Basic Anatomy and Physiology of the Human Brain This chapter contains some basic background on the anatomy and physiology of the human brain relevant to this project. The final section focuses on the neonatal brain and some common pathologies. 2.1 Anatomy of the head The human nervous system consists of the central nervous system (CNS) and peripheral nervous system (PNS). The former consists of the brain and spinal cord, while the latter composes the nerves extending to and from the brain and spinal cord. The primary functions of the nervous system are to monitor, integrate (process) and respond to information inside and outside the body. The brain consists of soft, delicate, non-replaceable neural tissue. It is supported and protected by the surrounding skin, skull, meninges and cerebrospinal fluid.
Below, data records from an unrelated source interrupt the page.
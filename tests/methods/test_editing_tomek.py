"""Tomek links (Tomek 1976) against their definition and imbalanced-learn's TomekLinks.

Definition: rows i and j form a link when each is the other's nearest
neighbour and their labels differ. imbalanced-learn 0.14's TomekLinks with
``sampling_strategy="all"`` removes both members of every link, as curate's
``remove="both"`` does; with ``"auto"`` (every class but the smallest) on two
classes it removes the larger class's member, as ``remove="larger"`` does.
"""

from __future__ import annotations

import numpy as np
import pytest
from editing_fixtures import (
    dataset,
    everyone,
    removed_by,
    space,
)
from imblearn.under_sampling import TomekLinks
from sklearn.neighbors import NearestNeighbors

from curate.methods.cleaning import tomek_links

pytestmark = pytest.mark.usefixtures("one_thread")  # see tests/methods/conftest.py


def links_by_definition(X: np.ndarray, y: np.ndarray) -> set[int]:
    """Members of mutual-nearest-neighbour pairs with different labels (scikit-learn)."""
    near = NearestNeighbors(n_neighbors=1).fit(X).kneighbors(None, return_distance=False)[:, 0]
    mutual = near[near] == np.arange(len(y))
    return set(np.flatnonzero(mutual & (y[near] != y)).tolist())


@pytest.mark.parametrize("name", ["wine", "breast_cancer", "digits"])
@pytest.mark.parametrize("flip", [0.0, 0.1])
def test_tomek_links_match_the_definition_and_imbalanced_learn(name: str, flip: float) -> None:
    """Both members of every link go, the same rows imbalanced-learn removes."""
    X, y = dataset(name, flip=flip, seed=29)
    ours = tomek_links(space(X), y, removable=everyone(len(y)))
    removed = set(ours.removed.tolist())
    assert removed == links_by_definition(X, y)
    assert removed == removed_by(TomekLinks(sampling_strategy="all"), X, y)
    assert ours.info["links"] * 2 == len(removed)
    partner = {int(p): int(n[0]) for p, n in zip(ours.removed, ours.neighbours, strict=True)}
    assert all(partner[partner[p]] == p for p in partner)
    assert (ours.kept_as == -1).all()
    if flip:
        assert removed


def test_larger_removes_the_larger_class_member_like_imbalanced_learn_auto() -> None:
    """On two classes, imbalanced-learn's default strategy spares the smaller class."""
    X, y = dataset("breast_cancer", flip=0.1, seed=31)
    ours = tomek_links(space(X), y, removable=everyone(len(y)), remove="larger")
    assert set(ours.removed.tolist()) == removed_by(TomekLinks(sampling_strategy="auto"), X, y)
    larger = np.argmax(np.bincount(y))
    assert (y[ours.removed] == larger).all()
    assert all(int(a) == int(n[0]) for a, n in zip(ours.kept_as, ours.neighbours, strict=True))


def test_rows_outside_the_mask_stay_and_stand_for_their_partner() -> None:
    """Like imbalanced-learn with a class list; the kept partner is recorded as kept_as."""
    X, y = dataset("wine", flip=0.1, seed=37)
    removable = y != 0
    ours = tomek_links(space(X), y, removable=removable)
    assert set(ours.removed.tolist()) == removed_by(TomekLinks(sampling_strategy=[1, 2]), X, y)
    for pos, keeper, nbr in zip(ours.removed, ours.kept_as, ours.neighbours, strict=True):
        assert removable[pos]
        assert keeper == (nbr[0] if not removable[nbr[0]] else -1)


def test_equally_near_neighbours_resolve_to_the_lower_position() -> None:
    """Hand-made: 'a' at 0, 'b' at 1, 'c' at 2. Row 1 is 1 away from both others;
    its nearest neighbour is row 0, the lower position, so rows 0 and 1 form
    the link and row 2 (whose nearest is row 1) forms none. Classes of one row
    each are the same size, so ``remove="larger"`` removes both members."""
    X = np.array([[0.0], [1.0], [2.0]])
    ours = tomek_links(space(X), np.array(["a", "b", "c"]), removable=everyone(3))
    assert ours.removed.tolist() == [0, 1]
    assert [n.tolist() for n in ours.neighbours] == [[1], [0]]
    assert ours.distances[0].tolist() == [1.0]
    same_size = tomek_links(space(X), np.array(["a", "b", "c"]), removable=everyone(3),
                            remove="larger")
    assert same_size.removed.tolist() == [0, 1]


def test_same_label_mutual_neighbours_are_no_link() -> None:
    """Hand-made: two pairs of mutual nearest neighbours; only the mixed pair is a link."""
    X = np.array([[0.0], [0.5], [5.0], [5.5]])
    ours = tomek_links(space(X), np.array([0, 0, 0, 1]), removable=everyone(4))
    assert ours.removed.tolist() == [2, 3]
    assert ours.reason == ["tomek-link", "tomek-link"]
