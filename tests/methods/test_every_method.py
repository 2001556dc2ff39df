"""Shared checks run against every registered method (DEVELOPERS.md, "Contracts the tests hold").

Each test asserts one of them: kept and removed positions partition the input and every
removal is explained with the method's own reason codes; the same seed gives the same
result; rows that may not be removed stay; single-class, tiny and empty inputs give a
defined result or a clear error (a curate error with a hint); a run keeps the input's
columns, types and values at the kept ids, and its kept and removed ids partition the
input. These invariants are common practice, no source; the values are compared with
polars' own reading of the input file (outside reference).

Data: scikit-learn's bundled wine set, range-normalised with scikit-learn's MinMaxScaler,
with seeded 10% label flips (open data shipped in a package).
"""

from __future__ import annotations

import numpy as np
import open_data
import polars as pl
import pytest
from sklearn.preprocessing import MinMaxScaler

from curate.api import run
from curate.errors import CurateError
from curate.methods import METHODS
from curate.space import Space

# Parameters a method needs beyond its defaults (near copies have no sensible default radius).
NEEDS = {"near-duplicates": {"radius": 0.08}, "hardness": {"threshold": 0.6}}


def wine(flip: float = 0.1, seed: int = 0) -> tuple[Space, np.ndarray]:
    X, y = open_data.load("wine")
    y = y.copy()
    rng = np.random.default_rng(seed)
    flipped = rng.choice(len(y), int(flip * len(y)), replace=False)
    y[flipped] = (y[flipped] + rng.integers(1, 3, len(flipped))) % 3
    return Space.from_matrix(MinMaxScaler().fit_transform(X)), y


def call(key: str, space: Space, labels: np.ndarray, removable: np.ndarray | None = None,
         seed: int = 0):
    info = METHODS[key]
    mask = np.ones(space.n, dtype=bool) if removable is None else removable
    return info.func(space, labels, removable=mask, seed=seed, **(info.defaults() | NEEDS.get(key, {})))


@pytest.fixture(scope="module")
def data():
    return wine()


@pytest.mark.parametrize("key", list(METHODS))
def test_selection_partitions_and_explains_itself(key, data):
    space, labels = data
    sel = call(key, space, labels)
    together = np.concatenate([sel.kept, sel.removed])
    assert np.array_equal(np.sort(together), np.arange(space.n)), "kept and removed must partition"
    assert np.all(np.diff(sel.kept) > 0)
    assert len(sel.reason) == len(sel.detail) == len(sel.neighbours) == len(sel.removed)
    assert set(sel.reason) <= set(METHODS[key].reasons), "reason codes come from the method's list"
    assert all(d.strip() for d in sel.detail)
    kept = set(sel.kept.tolist())
    for keeper in sel.kept_as:
        assert keeper == -1 or keeper in kept, "kept_as must name a kept row"
    for nbrs, dists in zip(sel.neighbours, sel.distances, strict=True):
        assert len(nbrs) == len(dists)
        assert np.all((nbrs >= 0) & (nbrs < space.n))


@pytest.mark.parametrize("key", list(METHODS))
def test_same_seed_same_result(key, data):
    space, labels = data
    a, b = call(key, space, labels, seed=5), call(key, space, labels, seed=5)
    assert np.array_equal(a.kept, b.kept)
    assert a.reason == b.reason and np.array_equal(a.kept_as, b.kept_as)


@pytest.mark.parametrize("key", list(METHODS))
def test_rows_that_may_not_be_removed_stay(key, data):
    space, labels = data
    removable = labels != 1
    sel = call(key, space, labels, removable=removable)
    assert np.all(removable[sel.removed])


@pytest.mark.parametrize("key", list(METHODS))
def test_single_class_input_is_defined(key, data):
    space, labels = data
    try:
        sel = call(key, space, np.zeros(space.n, dtype=np.int64))
    except CurateError as err:
        assert "hint" in str(err)
        return
    assert len(sel.kept) >= 1, "a single-class input keeps at least one row"


@pytest.mark.parametrize("key", list(METHODS))
def test_tiny_input_is_defined(key):
    space = Space.from_matrix(np.array([[0.0], [1.0]]))
    try:
        sel = call(key, space, np.array(["a", "b"]))
    except CurateError as err:
        assert "hint" in str(err)
        return
    assert sel.n == 2
    assert sorted([*sel.kept.tolist(), *sel.removed.tolist()]) == [0, 1]


@pytest.mark.parametrize("key", list(METHODS))
def test_empty_input_is_defined(key):
    space = Space.from_matrix(np.zeros((0, 2)))
    try:
        sel = call(key, space, np.array([], dtype=np.int64))
    except CurateError as err:
        assert "hint" in str(err)
        return
    assert sel.n == 0 and len(sel.reason) == 0


@pytest.mark.parametrize("key", list(METHODS))
def test_types_are_preserved_through_a_run(key, tmp_path, wine):
    """Kept and removed rows have the input's own columns, types and values at their ids, and
    their ids partition the input (polars reads the input back as the reference)."""
    X, y = wine
    frame = pl.DataFrame(X[:, :4], schema=["a", "b", "c", "d"]).with_columns(
        pl.Series("flag", np.arange(len(y)) % 2 == 0), pl.Series("y", y.astype(np.int64)))
    frame.write_parquet(tmp_path / "t.parquet")
    stage = {"method": key, "max_removed_share": 1.0} | NEEDS.get(key, {})
    result = run({"input": {"path": "t.parquet", "label": "y"}, "stages": [stage]}, base=tmp_path)
    for part in (result.kept, result.removed):
        assert part.select(frame.columns).schema == frame.schema
    given = pl.read_parquet(tmp_path / "t.parquet")
    ids = sorted([*result.kept["row_id"].to_list(), *result.removed["row_id"].to_list()])
    assert ids == list(range(given.height)), "kept and removed ids partition the input"
    at_ids = given.with_row_index("row_id").filter(pl.col("row_id").is_in(result.kept["row_id"]))
    assert result.kept.select(frame.columns).equals(at_ids.select(frame.columns))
Skin The skin constitutes a protective barrier against physical damage of underlying tissues, invasion of hazardous chemical and bacterial substances and, through the activity of its sweat glands and blood vessels, it helps to maintain the body at a constant temperature. Together with the sweat and oil glands, hairs and nails it forms a set of organs called the integumentary system. Figure 21 shows a cross-section of the skin and underlying subcutaneous tissue. The skin consists of an outer, protective layer, the epidermis and an inner layer, the dermis. While the top layer of the epidermis, the stratum corneum, consists of dead cells, the dermis is composed of vascularised fibrous connective tissue. The subcutaneous tissue, located underneath the skin, is primarily composed of adipose tissue (fat). Skull Depending on their shape, bones are classified as long, short, flat or irregular. Bones of different types contain different proportions of the two types of osseous tissue: compact and

spongy bone. While the former has a smooth structure, the latter is composed of small needle-like or flat pieces of bone called trabeculae, which form a network filled with red or yellow bone marrow. Most skull bones are flat and consist of two parallel compact bone surfaces, with a layer of spongy bone sandwiched between. The spongy bone layer of flat bones (the diplo) predominantly contains red bone marrow and hence has a high concentration of blood. The skull is a highly complex structure consisting of 22 bones altogether. These can be divided into two sets, the cranial bones (or cranium) and the facial bones. While the latter form the framework of the face, the cranial bones form the cranial cavity that encloses and protects the brain. All bones of the adult skull are firmly connected by sutures. Figure 22 shows the most important bones of the skull. The frontal bone forms the forehead and contains the frontal sinuses, which are air filled cells within the bone. Most superior and lateral aspects of the skull are formed by the parietal bones while the occipital bone forms the posterior aspects. The base of the occipital bone contains the foramen magnum, whichis a large hole allowing the inferior part of the brain to connect to the spinal cord. The remaining bones of the cranium are the temporal, sphenoid and ethmoid bones. Meninges The meninges (Figure 23) are three connective tissue membranes enclosing the brain and the spinal cord. Their functions are to protect the CNS and blood vessels, enclose the venous sinuses, retain the cerebrospinal fluid, and form partitions within the skull. The outermost meninx is the dura mater, which encloses the arachnoid mater and the innermost pia mater Cerebrospinal fluid Cerebrospinal fluid (CSF) is a watery liquid similar in composition to blood plasma. It is formed in the choroid plexuses and circulates through the ventricles into the subarachnoid space, where it is returned to the dural venous sinuses by the arachnoid villi. The prime

purpose of the CSF is to support and cushion the brain and help nourish it. Figure 24 illustrates the flow of CSF through the central nervous system.